Even if Google paid Harvard JDs to read every DMCA notice (of which there literally aren't enough of them), even then they would sometimes be tricked by adversaries and sometimes incorrectly think someone was an adversary some of the time.
I worked at YouTube in the past and I can tell you copyright ownership isn't even fully known by the lawyers. Concretely there's a lot of major songs where the sum of major companies affirming they have partial ownership sums to more than 100% or less than 100%. Literally even the copyright holders don't actually know what they themselves own without lots of errors, and that's without getting into a system that has to try to combat adversarial / bad-faith actors.
TuringTest
4 days ago
What precise process do you suggest to tell them apart at Google scale? That's the crux of the matter.
b112
4 days ago
It is not the crux!!
Large companies don't get to say they're too big, so therefore it is hard.
Too damned bad!
They can take advantage of scale, but not at the cost of breaking the law, or just doing their job improperly.

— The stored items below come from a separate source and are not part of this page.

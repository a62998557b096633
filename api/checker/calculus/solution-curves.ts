import type { Expr } from '../../../shared/maths/expression.ts';
import { lettersOf } from '../../../shared/maths/letters.ts';
import { mapExpr } from '../../../shared/maths/walk.ts';
import { compareExpressions } from '../compare/compare-expressions.ts';
import type { CheckContext } from '../context.ts';
import { fails, holds, undecided, type StepResult } from '../rules/step-result.ts';
import type { CompareStatement } from '../statements/statement.ts';
import { isZeroExpr, mulExprs, subExprs } from './build.ts';
import { differentiateTimes } from './differentiate.ts';
import { linearIn } from './integrand.ts';
import { rateNamed, type Rate } from './rates.ts';
import { carriedOut } from './reduce.ts';
import { substitute } from './substitute.ts';

/**
 * y = g(x) as the general solution of an equation for derivatives of y: put in, it has to be an identity, and it needs as
 * many constants as the order. Null where the line below is no such solution.
 */
export function judgeSolutionCurve(
  above: CompareStatement,
  below: CompareStatement,
  context: CheckContext,
): StepResult | null {
  const rates = ratesOf(above);
  const [highest] = [...rates].sort((a, b) => b.order - a.order);
  const { left, right } = below;
  if (!highest || left.kind !== 'letter' || left.name !== highest.of || lettersOf(right).includes(highest.of))
    return null;
  if (rates.some(({ of, by }) => of !== highest.of || by !== highest.by) || ratesOf(below).length > 0) return null;
  const put = (expr: Expr): Expr => {
    const solved = mapExpr(carriedOut(expr, context), (node) => {
      const rate = node.kind === 'letter' ? rateNamed(node.name) : null;
      return rate ? differentiateTimes(right, rate.by, rate.order, context, true) : node;
    });
    return substitute(solved, highest.of, right);
  };
  const found = compareExpressions(put(above.left), put(above.right), context);
  if (found.kind === 'different') {
    const { atTex, above: a, below: b } = found.witness;
    return fails('proved', { witness: { at: { ...atTex }, above: a, below: b } });
  }
  if (found.kind !== 'equal') return undecided('not-settled');
  return isGeneral(right, highest, context) ? holds(found.reached) : undecided('not-settled');
}

function ratesOf({ left, right }: CompareStatement): Rate[] {
  return [...lettersOf(left), ...lettersOf(right)].flatMap((name) => rateNamed(name) ?? []);
}

/** One constant for each order, none of which another one could take up: Wronski's determinant is not zero. */
function isGeneral(solution: Expr, { by, order }: Rate, context: CheckContext): boolean {
  const constants = lettersOf(solution).filter((name) => context.calculus?.constants.has(name));
  if (constants.length !== order || order > 2) return false;
  const parts = constants.map((name) => linearIn(solution, name)?.slope);
  const [u, v] = parts;
  if (order === 1) return u !== undefined && !isZeroExpr(u);
  if (!u || !v || constants.some((name) => [u, v].some((part) => lettersOf(part).includes(name)))) return false;
  const [du, dv] = [u, v].map((part) => differentiateTimes(part, by, 1, context, true)) as [Expr, Expr];
  return (
    compareExpressions(mulExprs(u, dv), mulExprs(v, du), context).kind === 'different' && !isZeroExpr(subExprs(u, v))
  );
}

If it makes service at scale difficult, well that's just too bad. Sucks to be them. Maybe a competitor will do better.
No excuses because "oh poor widdle me, I'm too big"
TuringTest
4 days ago
Who is going to stop them when they do the current shenanigans, and how are they going to enforce it?
samat
3 days ago
Legal system supposed to…
Too bad it’s working only for the powerful.
Marx was right about some things…
jbstack
4 days ago
Why does scale matter?
If I have 100 customers and I have to spend 1 hour a week dealing with legal compliance requests then if I have 200 customers I have to spend 2 hours a week dealing with legal compliance requests, but I also have more resources to do it with.
In fact, scale usually makes it easier rather than harder because you can take advantage of economies of scale to streamline the process.
And, in the end, if you aren't able to comply with the law then you shouldn't be in that business regardless of your scale.
SR2Z
4 days ago
The only way to guarantee compliance with the DMCA is to remove any content the moment a complaint is submitted.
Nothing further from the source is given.